About this task
Reproduce each of the entries that follow, exactly.

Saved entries
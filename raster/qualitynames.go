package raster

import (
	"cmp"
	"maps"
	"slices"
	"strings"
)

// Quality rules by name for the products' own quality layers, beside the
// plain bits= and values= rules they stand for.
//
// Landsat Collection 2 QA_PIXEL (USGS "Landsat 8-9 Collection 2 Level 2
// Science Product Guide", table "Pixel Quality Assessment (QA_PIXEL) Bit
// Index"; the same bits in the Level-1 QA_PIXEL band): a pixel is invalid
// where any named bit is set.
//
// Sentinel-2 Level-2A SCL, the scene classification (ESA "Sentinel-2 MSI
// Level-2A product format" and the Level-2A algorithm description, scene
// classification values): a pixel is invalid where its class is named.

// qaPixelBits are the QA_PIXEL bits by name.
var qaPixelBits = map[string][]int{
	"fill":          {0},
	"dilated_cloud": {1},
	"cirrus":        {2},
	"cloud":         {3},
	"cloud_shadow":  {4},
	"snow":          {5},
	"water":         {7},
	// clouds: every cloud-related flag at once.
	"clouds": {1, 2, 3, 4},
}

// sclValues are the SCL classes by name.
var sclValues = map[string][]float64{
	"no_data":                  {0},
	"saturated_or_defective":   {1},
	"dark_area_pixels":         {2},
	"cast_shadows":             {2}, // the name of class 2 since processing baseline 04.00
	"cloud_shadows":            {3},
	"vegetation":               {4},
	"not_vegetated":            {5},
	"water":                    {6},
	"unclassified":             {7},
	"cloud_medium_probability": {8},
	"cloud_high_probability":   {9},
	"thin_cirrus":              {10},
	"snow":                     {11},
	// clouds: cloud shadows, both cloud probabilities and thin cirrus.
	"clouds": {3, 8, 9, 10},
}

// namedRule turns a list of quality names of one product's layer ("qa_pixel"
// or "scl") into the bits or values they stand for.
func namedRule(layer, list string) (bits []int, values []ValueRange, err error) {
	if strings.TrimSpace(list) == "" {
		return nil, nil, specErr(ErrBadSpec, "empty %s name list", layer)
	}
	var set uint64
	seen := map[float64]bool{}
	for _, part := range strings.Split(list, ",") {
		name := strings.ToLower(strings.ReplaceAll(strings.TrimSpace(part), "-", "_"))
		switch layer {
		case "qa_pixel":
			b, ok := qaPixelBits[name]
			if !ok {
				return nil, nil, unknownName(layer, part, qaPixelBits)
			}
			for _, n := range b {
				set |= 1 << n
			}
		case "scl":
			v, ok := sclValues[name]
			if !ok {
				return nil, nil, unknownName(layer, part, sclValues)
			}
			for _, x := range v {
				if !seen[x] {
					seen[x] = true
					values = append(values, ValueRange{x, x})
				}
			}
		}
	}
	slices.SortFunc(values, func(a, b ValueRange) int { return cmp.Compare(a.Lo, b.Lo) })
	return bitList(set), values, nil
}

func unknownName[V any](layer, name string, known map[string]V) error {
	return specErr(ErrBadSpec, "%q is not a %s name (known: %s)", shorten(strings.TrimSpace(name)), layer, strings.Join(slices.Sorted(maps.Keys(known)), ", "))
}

Task output
filename raster/qualitynames.go
package raster

import (
	"cmp"
	"maps"
	"slices"
	"strings"
)

// Quality rules by name for the products' own quality layers, beside the
// plain bits= and values= rules they stand for.
//
// Landsat Collection 2 QA_PIXEL (USGS "Landsat 8-9 Collection 2 Level 2
// Science Product Guide", table "Pixel Quality Assessment (QA_PIXEL) Bit
// Index"; the same bits in the Level-1 QA_PIXEL band): a pixel is invalid
// where any named bit is set.
//
// Sentinel-2 Level-2A SCL, the scene classification (ESA "Sentinel-2 MSI
// Level-2A product format" and the Level-2A algorithm description, scene
// classification values): a pixel is invalid where its class is named.

// qaPixelBits are the QA_PIXEL bits by name.
var qaPixelBits = map[string][]int{
	"fill":          {0},
	"dilated_cloud": {1},
	"cirrus":        {2},
	"cloud":         {3},
	"cloud_shadow":  {4},
	"snow":          {5},
	"water":         {7},
	// clouds: every cloud-related flag at once.
	"clouds": {1, 2, 3, 4},
}

// sclValues are the SCL classes by name.
var sclValues = map[string][]float64{
	"no_data":                  {0},
	"saturated_or_defective":   {1},
	"dark_area_pixels":         {2},
	"cast_shadows":             {2}, // the name of class 2 since processing baseline 04.00
	"cloud_shadows":            {3},
	"vegetation":               {4},
	"not_vegetated":            {5},
	"water":                    {6},
	"unclassified":             {7},
	"cloud_medium_probability": {8},
	"cloud_high_probability":   {9},
	"thin_cirrus":              {10},
	"snow":                     {11},
	// clouds: cloud shadows, both cloud probabilities and thin cirrus.
	"clouds": {3, 8, 9, 10},
}

// namedRule turns a list of quality names of one product's layer ("qa_pixel"
// or "scl") into the bits or values they stand for.
func namedRule(layer, list string) (bits []int, values []ValueRange, err error) {
	if strings.TrimSpace(list) == "" {
		return nil, nil, specErr(ErrBadSpec, "empty %s name list", layer)
	}
	var set uint64
	seen := map[float64]bool{}
	for _, part := range strings.Split(list, ",") {
		name := strings.ToLower(strings.ReplaceAll(strings.TrimSpace(part), "-", "_"))
		switch layer {
		case "qa_pixel":
			b, ok := qaPixelBits[name]
			if !ok {
				return nil, nil, unknownName(layer, part, qaPixelBits)
			}
			for _, n := range b {
				set |= 1 << n
			}
		case "scl":
			v, ok := sclValues[name]
			if !ok {
				return nil, nil, unknownName(layer, part, sclValues)
			}
			for _, x := range v {
				if !seen[x] {
					seen[x] = true
					values = append(values, ValueRange{x, x})
				}
			}
		}
	}
	slices.SortFunc(values, func(a, b ValueRange) int { return cmp.Compare(a.Lo, b.Lo) })
	return bitList(set), values, nil
}

func unknownName[V any](layer, name string, known map[string]V) error {
	return specErr(ErrBadSpec, "%q is not a %s name (known: %s)", shorten(strings.TrimSpace(name)), layer, strings.Join(slices.Sorted(maps.Keys(known)), ", "))
}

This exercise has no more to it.